- _WORK TO COMPLETE_: Find every line in the material below with the string "TargetAcceptOption" and state how many there are, with no other text.

::::::

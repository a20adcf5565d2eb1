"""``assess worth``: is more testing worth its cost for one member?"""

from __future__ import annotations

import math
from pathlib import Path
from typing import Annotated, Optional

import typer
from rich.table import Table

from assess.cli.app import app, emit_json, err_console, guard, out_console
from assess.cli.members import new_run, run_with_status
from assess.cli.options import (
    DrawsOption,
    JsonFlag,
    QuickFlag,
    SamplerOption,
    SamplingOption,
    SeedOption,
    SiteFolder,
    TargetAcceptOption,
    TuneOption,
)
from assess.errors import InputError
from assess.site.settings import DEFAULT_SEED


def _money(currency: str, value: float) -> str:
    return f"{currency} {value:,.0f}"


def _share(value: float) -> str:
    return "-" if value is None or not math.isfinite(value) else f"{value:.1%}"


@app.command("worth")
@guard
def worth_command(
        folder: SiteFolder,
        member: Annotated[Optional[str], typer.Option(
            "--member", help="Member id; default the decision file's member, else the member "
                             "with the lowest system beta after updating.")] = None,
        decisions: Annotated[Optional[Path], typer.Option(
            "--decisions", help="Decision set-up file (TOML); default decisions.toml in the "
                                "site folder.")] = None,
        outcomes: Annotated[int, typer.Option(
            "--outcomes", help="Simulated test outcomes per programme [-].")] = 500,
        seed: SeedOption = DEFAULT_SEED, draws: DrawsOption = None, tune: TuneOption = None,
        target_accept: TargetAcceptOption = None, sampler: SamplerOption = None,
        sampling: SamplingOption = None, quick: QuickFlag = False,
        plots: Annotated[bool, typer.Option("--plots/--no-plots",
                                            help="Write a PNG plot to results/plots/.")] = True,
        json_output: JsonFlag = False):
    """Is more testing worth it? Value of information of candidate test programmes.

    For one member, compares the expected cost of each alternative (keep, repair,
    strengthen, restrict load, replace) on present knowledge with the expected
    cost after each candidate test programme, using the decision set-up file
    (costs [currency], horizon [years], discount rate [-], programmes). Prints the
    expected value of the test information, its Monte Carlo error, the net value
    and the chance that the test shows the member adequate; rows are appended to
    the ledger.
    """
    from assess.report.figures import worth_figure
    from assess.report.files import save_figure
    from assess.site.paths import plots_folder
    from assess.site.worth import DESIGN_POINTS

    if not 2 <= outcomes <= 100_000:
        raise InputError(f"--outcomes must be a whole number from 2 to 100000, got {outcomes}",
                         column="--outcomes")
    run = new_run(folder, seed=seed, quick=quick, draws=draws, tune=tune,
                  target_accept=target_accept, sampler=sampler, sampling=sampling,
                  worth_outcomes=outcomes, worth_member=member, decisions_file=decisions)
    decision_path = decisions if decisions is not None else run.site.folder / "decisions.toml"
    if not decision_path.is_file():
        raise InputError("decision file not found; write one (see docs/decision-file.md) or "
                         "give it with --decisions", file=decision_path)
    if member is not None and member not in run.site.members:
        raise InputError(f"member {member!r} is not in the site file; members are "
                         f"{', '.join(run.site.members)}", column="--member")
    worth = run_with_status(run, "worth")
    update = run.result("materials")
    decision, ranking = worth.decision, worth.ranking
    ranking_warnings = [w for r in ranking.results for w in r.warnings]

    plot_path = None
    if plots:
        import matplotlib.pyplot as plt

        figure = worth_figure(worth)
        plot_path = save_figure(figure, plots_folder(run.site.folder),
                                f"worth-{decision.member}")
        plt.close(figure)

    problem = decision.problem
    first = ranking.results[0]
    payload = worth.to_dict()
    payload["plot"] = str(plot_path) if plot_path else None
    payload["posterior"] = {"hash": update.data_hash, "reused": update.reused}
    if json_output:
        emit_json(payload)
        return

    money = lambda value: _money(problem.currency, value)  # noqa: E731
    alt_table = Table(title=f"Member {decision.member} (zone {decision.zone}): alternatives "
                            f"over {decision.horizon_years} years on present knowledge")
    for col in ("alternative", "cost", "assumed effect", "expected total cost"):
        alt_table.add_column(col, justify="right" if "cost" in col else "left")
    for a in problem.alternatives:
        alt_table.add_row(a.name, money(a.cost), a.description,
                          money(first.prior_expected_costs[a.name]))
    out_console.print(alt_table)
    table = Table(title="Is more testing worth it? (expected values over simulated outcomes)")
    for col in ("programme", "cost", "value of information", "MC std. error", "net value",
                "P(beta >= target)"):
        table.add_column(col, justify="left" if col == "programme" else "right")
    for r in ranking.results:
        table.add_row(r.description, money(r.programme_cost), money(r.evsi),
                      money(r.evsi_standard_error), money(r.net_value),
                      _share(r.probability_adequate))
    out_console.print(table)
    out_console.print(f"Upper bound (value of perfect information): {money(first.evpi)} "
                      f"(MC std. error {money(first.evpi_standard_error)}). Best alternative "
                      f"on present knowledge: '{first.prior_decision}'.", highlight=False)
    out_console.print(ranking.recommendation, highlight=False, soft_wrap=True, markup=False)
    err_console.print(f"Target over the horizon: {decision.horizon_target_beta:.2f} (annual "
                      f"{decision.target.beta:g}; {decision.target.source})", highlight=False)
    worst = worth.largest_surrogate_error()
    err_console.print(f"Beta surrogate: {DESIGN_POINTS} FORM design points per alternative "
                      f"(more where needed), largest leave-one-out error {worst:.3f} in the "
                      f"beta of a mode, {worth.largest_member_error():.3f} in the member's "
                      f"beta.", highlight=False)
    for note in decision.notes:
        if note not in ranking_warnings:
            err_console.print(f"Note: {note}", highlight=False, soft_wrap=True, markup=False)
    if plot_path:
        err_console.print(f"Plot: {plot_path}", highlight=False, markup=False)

::::::

- _RESPONSE TO THE TASK_: 2